======== SUPPLIED RECORDS ========

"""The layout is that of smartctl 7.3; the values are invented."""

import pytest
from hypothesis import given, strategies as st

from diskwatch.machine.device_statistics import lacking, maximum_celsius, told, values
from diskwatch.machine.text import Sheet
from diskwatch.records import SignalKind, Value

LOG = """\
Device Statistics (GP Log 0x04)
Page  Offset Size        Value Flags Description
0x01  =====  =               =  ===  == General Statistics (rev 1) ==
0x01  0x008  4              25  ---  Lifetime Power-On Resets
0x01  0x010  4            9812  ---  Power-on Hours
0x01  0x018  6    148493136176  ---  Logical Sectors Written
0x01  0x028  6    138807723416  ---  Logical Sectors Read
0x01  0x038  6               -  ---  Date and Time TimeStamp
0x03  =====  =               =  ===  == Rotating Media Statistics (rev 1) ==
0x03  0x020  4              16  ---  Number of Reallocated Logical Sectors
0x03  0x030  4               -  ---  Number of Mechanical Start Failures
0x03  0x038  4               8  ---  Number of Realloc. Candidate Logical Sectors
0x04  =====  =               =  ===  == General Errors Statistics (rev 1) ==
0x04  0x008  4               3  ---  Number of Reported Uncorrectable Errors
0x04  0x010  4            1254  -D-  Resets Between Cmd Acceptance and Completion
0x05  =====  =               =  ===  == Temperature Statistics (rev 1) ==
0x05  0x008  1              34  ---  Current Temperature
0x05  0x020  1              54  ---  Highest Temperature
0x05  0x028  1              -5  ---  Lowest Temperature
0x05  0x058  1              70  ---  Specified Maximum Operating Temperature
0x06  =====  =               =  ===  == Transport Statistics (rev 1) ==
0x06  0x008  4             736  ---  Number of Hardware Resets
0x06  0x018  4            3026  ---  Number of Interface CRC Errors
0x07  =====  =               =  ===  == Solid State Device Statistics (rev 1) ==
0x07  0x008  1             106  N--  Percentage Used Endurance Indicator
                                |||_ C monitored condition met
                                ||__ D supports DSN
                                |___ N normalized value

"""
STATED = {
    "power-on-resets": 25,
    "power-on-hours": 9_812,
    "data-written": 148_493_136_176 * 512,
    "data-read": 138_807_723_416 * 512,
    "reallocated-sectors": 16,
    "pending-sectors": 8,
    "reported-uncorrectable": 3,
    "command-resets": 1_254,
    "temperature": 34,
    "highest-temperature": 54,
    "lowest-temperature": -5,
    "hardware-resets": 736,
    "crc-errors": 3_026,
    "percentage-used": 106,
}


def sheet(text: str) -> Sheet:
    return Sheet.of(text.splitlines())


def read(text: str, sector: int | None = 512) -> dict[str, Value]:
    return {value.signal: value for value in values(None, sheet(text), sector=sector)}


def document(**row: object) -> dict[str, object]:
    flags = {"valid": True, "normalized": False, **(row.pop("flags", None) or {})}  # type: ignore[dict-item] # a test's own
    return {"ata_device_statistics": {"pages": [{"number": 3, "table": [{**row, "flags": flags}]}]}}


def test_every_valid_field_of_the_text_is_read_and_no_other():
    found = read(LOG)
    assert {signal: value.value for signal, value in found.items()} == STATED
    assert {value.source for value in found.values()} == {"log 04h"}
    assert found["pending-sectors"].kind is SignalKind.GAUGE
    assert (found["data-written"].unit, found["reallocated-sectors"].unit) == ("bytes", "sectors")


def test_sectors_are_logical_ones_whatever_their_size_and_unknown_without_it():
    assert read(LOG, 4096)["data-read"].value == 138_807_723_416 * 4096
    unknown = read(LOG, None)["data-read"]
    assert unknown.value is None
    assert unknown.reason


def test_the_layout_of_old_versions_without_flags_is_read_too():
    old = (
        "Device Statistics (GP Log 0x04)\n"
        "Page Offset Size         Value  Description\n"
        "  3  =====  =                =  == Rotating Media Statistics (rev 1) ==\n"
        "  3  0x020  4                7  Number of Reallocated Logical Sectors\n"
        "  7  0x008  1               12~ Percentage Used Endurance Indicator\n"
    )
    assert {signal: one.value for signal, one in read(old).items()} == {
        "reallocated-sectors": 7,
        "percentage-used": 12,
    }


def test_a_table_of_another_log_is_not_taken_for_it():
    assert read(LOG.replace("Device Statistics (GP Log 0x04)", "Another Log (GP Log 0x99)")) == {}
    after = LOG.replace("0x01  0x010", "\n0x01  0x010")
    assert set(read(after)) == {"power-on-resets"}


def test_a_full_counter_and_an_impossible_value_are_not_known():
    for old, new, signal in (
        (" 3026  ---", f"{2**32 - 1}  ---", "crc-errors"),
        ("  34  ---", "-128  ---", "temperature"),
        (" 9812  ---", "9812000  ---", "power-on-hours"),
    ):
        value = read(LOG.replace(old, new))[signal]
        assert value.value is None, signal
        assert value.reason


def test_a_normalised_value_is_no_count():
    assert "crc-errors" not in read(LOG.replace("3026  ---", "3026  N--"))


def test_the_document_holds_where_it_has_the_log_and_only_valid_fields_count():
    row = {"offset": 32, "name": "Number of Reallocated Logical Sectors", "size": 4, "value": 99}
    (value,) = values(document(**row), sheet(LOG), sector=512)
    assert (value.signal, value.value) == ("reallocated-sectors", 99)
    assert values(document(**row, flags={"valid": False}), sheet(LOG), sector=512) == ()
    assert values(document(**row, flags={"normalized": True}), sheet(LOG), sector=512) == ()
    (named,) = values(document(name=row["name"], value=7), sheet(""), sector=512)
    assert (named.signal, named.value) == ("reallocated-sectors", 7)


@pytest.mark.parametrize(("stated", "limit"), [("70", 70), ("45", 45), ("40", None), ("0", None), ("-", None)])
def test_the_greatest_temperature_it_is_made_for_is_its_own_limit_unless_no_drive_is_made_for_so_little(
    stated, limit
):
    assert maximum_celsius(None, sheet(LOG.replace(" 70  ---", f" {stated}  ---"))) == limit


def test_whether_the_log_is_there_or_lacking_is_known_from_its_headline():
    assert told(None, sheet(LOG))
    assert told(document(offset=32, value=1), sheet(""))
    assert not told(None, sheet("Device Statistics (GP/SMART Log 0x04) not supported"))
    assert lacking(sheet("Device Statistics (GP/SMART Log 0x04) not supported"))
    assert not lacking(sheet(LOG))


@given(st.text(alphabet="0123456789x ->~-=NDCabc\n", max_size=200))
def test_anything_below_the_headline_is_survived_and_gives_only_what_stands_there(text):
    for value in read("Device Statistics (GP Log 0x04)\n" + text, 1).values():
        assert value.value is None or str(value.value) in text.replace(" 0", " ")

========
======== SUPPLIED RECORDS ========

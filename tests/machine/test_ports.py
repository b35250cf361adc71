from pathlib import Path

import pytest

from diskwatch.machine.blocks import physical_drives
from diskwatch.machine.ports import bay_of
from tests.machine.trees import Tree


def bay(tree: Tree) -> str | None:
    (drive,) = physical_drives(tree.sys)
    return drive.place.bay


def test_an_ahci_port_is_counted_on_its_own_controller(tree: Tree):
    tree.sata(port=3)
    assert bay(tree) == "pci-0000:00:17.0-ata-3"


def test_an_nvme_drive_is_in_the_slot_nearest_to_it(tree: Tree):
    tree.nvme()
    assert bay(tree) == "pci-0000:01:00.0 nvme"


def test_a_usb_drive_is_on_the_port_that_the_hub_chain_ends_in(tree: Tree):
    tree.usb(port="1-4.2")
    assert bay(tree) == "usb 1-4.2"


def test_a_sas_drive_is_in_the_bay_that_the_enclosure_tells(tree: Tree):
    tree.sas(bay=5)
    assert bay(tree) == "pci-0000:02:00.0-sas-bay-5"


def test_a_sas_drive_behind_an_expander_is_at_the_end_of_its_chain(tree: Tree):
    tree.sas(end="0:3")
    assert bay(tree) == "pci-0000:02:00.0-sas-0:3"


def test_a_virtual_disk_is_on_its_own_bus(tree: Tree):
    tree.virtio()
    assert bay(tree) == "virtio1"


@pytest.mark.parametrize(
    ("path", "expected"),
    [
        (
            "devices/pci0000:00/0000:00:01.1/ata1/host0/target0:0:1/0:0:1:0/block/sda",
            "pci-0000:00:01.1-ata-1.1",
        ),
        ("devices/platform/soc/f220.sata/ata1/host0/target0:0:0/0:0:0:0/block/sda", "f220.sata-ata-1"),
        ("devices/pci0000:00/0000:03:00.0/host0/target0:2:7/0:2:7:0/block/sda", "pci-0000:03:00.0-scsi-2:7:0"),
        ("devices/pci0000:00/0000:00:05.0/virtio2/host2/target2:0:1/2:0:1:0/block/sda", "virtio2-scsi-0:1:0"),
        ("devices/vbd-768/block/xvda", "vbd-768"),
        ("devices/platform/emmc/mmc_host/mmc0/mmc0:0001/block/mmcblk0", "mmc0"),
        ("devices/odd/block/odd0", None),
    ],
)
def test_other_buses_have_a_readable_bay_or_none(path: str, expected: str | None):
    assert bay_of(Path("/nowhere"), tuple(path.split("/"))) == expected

========

AIM OF THE TASK -> Retype, exactly and in full, the lines above from the one containing "layout is that" through the one containing "Reported Uncorrectable Errors".

RESPONSE TO THE EXERCISE ->
"""The layout is that of smartctl 7.3; the values are invented."""

import pytest
from hypothesis import given, strategies as st

from diskwatch.machine.device_statistics import lacking, maximum_celsius, told, values
from diskwatch.machine.text import Sheet
from diskwatch.records import SignalKind, Value

LOG = """\
Device Statistics (GP Log 0x04)
Page  Offset Size        Value Flags Description
0x01  =====  =               =  ===  == General Statistics (rev 1) ==
0x01  0x008  4              25  ---  Lifetime Power-On Resets
0x01  0x010  4            9812  ---  Power-on Hours
0x01  0x018  6    148493136176  ---  Logical Sectors Written
0x01  0x028  6    138807723416  ---  Logical Sectors Read
0x01  0x038  6               -  ---  Date and Time TimeStamp
0x03  =====  =               =  ===  == Rotating Media Statistics (rev 1) ==
0x03  0x020  4              16  ---  Number of Reallocated Logical Sectors
0x03  0x030  4               -  ---  Number of Mechanical Start Failures
0x03  0x038  4               8  ---  Number of Realloc. Candidate Logical Sectors
0x04  =====  =               =  ===  == General Errors Statistics (rev 1) ==
0x04  0x008  4               3  ---  Number of Reported Uncorrectable Errors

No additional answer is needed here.